From the records below, set down exactly the lines starting with the line that contains "const mayChange = new Map<string, string>();" and going on through the line that contains "const doc = await". Nothing else is wanted.

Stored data
== Segment start ==

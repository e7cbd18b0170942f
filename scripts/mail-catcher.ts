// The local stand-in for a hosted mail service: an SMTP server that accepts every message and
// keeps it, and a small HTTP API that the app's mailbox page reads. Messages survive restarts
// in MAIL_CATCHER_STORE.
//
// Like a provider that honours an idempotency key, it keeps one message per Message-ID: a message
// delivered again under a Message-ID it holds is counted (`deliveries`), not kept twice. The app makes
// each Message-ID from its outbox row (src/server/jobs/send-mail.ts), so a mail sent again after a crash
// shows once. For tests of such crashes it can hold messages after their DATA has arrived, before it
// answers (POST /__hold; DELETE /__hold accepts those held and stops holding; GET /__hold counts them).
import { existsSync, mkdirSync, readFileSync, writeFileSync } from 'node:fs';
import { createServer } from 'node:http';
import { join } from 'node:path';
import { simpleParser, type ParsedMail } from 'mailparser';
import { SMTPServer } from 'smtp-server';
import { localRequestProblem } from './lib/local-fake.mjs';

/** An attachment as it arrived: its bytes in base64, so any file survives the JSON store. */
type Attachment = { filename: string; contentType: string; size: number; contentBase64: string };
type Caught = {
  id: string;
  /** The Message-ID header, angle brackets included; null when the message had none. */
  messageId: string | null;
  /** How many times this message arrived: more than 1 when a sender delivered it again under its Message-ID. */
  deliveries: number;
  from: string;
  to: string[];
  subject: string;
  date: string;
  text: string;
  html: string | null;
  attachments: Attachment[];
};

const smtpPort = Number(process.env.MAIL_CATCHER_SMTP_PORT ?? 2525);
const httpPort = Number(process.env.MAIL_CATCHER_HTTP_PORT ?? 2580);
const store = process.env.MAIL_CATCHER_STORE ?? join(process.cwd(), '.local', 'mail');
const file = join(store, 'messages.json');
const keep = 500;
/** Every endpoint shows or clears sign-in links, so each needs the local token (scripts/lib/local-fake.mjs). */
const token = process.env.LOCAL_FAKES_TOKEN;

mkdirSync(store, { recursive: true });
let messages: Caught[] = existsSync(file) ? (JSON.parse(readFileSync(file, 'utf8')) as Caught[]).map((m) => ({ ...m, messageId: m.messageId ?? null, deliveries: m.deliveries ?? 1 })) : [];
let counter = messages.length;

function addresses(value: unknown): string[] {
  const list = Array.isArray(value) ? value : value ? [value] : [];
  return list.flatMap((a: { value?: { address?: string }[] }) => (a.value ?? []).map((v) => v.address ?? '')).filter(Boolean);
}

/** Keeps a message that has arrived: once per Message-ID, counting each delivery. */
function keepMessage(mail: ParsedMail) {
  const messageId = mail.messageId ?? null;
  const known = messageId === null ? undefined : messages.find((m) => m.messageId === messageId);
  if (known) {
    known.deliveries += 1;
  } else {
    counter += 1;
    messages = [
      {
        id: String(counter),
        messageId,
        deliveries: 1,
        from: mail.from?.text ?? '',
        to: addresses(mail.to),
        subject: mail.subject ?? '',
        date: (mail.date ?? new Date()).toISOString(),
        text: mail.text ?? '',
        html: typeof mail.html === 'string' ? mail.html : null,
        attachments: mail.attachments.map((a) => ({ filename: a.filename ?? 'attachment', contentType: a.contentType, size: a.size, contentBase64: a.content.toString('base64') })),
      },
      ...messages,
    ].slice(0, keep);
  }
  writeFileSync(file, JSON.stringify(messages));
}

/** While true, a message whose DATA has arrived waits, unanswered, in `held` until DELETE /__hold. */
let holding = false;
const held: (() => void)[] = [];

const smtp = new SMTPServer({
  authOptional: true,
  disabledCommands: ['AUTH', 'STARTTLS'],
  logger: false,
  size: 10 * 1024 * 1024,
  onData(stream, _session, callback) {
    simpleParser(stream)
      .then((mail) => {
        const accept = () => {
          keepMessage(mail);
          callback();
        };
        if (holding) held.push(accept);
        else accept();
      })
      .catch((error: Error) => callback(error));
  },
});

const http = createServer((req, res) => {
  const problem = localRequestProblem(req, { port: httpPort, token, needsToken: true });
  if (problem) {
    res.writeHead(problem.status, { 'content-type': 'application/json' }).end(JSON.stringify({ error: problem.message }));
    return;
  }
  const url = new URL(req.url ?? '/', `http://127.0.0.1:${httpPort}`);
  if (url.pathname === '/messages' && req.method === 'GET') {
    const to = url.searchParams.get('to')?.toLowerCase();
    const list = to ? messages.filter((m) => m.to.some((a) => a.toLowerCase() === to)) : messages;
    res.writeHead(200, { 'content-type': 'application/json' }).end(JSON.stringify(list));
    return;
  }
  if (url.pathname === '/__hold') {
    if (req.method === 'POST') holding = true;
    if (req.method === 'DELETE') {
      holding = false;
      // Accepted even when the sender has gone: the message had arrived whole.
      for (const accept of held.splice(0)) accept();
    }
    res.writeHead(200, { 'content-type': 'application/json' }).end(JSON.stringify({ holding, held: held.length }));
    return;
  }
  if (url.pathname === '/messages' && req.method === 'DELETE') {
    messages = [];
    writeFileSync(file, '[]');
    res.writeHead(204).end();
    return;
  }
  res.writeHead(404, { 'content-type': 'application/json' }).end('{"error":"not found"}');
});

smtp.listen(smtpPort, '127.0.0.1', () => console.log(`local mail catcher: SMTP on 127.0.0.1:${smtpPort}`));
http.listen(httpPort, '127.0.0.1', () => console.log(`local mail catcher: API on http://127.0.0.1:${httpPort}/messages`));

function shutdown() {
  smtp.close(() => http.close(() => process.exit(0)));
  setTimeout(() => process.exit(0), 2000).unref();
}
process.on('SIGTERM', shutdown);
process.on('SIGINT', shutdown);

== Segment end ==
== Segment start ==

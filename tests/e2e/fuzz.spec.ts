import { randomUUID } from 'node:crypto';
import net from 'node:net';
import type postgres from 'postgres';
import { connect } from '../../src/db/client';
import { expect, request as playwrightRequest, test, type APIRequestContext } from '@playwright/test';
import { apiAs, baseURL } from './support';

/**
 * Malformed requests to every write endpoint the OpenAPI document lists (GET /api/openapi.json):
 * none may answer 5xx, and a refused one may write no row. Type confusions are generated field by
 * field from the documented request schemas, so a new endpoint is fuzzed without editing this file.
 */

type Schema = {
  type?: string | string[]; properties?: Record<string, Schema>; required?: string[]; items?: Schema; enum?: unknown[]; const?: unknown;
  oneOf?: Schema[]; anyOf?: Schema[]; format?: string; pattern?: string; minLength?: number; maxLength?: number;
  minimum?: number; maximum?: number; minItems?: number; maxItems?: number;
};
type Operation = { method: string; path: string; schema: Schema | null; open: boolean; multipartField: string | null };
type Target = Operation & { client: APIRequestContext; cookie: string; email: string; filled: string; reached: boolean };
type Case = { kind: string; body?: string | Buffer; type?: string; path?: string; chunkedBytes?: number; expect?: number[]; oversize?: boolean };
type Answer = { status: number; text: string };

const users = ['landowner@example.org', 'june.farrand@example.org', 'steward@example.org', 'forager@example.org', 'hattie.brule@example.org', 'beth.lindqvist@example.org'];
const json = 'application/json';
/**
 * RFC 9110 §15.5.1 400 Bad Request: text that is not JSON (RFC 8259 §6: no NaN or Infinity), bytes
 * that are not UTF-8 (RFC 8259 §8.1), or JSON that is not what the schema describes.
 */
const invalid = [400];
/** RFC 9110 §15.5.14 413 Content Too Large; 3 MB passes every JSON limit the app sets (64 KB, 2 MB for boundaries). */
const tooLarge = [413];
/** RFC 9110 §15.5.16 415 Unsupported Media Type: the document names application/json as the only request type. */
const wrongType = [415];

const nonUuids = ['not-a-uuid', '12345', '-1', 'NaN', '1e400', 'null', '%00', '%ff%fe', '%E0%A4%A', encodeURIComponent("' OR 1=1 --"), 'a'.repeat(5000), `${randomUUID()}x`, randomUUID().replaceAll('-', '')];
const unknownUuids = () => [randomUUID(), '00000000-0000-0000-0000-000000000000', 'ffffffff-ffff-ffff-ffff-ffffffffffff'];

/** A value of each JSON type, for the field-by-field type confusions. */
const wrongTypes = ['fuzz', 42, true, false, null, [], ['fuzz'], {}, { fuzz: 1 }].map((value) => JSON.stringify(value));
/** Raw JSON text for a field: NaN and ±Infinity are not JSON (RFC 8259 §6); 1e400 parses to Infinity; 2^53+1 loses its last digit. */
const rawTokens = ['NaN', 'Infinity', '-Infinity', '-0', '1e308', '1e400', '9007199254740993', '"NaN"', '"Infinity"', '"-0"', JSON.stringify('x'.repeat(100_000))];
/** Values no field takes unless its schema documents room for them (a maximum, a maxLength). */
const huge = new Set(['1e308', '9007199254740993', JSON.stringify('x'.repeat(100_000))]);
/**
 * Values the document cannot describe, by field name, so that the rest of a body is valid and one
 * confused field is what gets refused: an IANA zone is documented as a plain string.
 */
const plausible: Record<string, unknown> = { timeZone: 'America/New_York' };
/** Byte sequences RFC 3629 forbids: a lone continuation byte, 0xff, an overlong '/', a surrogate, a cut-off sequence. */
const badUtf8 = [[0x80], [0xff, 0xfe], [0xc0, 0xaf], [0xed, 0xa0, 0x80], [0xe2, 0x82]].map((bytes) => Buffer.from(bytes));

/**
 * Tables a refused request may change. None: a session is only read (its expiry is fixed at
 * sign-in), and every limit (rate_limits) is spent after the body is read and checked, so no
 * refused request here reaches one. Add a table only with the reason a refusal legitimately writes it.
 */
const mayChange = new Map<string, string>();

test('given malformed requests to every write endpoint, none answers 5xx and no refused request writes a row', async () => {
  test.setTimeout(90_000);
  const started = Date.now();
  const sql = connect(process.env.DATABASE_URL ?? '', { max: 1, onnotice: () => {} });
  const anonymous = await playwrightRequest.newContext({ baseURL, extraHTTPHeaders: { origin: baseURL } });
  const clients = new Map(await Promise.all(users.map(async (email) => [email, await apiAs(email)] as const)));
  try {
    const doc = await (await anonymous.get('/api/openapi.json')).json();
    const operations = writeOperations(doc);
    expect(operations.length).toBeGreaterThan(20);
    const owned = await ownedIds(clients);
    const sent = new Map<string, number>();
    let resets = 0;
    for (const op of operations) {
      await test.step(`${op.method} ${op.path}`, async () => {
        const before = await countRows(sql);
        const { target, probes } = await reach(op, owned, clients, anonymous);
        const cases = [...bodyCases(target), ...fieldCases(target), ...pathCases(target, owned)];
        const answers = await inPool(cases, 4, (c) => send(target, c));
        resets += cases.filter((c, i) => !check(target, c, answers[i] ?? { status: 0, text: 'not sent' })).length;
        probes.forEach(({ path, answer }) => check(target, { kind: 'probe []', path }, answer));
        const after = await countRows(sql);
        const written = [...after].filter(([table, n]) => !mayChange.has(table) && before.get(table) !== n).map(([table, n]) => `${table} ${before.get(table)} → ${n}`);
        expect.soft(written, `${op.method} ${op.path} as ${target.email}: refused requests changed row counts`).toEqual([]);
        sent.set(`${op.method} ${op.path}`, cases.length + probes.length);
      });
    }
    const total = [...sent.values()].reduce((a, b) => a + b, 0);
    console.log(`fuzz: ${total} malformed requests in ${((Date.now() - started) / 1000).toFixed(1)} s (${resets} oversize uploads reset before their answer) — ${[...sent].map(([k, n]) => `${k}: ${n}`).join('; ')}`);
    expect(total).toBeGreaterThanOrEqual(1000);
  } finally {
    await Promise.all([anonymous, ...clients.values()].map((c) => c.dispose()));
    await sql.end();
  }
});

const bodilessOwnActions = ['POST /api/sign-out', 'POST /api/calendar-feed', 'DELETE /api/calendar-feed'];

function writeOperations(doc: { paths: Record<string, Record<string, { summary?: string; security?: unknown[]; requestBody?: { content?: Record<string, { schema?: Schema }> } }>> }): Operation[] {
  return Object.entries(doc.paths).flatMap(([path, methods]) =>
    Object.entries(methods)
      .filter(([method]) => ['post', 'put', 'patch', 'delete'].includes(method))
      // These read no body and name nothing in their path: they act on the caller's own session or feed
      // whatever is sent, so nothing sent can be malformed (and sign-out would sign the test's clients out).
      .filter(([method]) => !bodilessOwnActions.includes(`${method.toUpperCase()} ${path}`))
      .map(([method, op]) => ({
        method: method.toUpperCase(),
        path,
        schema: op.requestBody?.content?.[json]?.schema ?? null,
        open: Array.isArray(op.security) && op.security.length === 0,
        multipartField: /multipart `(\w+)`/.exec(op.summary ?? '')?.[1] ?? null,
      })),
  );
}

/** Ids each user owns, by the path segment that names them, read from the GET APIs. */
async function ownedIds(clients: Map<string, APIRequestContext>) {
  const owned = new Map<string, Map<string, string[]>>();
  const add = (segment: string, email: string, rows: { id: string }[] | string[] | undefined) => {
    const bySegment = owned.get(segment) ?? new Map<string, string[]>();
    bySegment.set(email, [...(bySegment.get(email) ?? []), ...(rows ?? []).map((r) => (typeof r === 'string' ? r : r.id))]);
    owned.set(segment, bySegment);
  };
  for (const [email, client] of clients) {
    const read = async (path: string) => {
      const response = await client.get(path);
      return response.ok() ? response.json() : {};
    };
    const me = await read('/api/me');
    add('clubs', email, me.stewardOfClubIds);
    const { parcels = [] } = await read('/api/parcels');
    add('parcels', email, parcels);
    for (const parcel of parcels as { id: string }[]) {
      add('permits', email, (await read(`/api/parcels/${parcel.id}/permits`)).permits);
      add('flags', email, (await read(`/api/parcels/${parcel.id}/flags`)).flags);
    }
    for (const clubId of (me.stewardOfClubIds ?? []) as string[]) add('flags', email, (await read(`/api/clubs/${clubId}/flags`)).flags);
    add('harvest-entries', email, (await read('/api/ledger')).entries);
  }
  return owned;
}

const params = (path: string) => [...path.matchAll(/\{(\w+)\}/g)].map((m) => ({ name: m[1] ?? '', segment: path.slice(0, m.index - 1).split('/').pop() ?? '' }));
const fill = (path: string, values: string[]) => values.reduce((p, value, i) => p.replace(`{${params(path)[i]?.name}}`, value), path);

== Segment end ==

_Task result_:
const mayChange = new Map<string, string>();

test('given malformed requests to every write endpoint, none answers 5xx and no refused request writes a row', async () => {
  test.setTimeout(90_000);
  const started = Date.now();
  const sql = connect(process.env.DATABASE_URL ?? '', { max: 1, onnotice: () => {} });
  const anonymous = await playwrightRequest.newContext({ baseURL, extraHTTPHeaders: { origin: baseURL } });
  const clients = new Map(await Promise.all(users.map(async (email) => [email, await apiAs(email)] as const)));
  try {
    const doc = await (await anonymous.get('/api/openapi.json')).json();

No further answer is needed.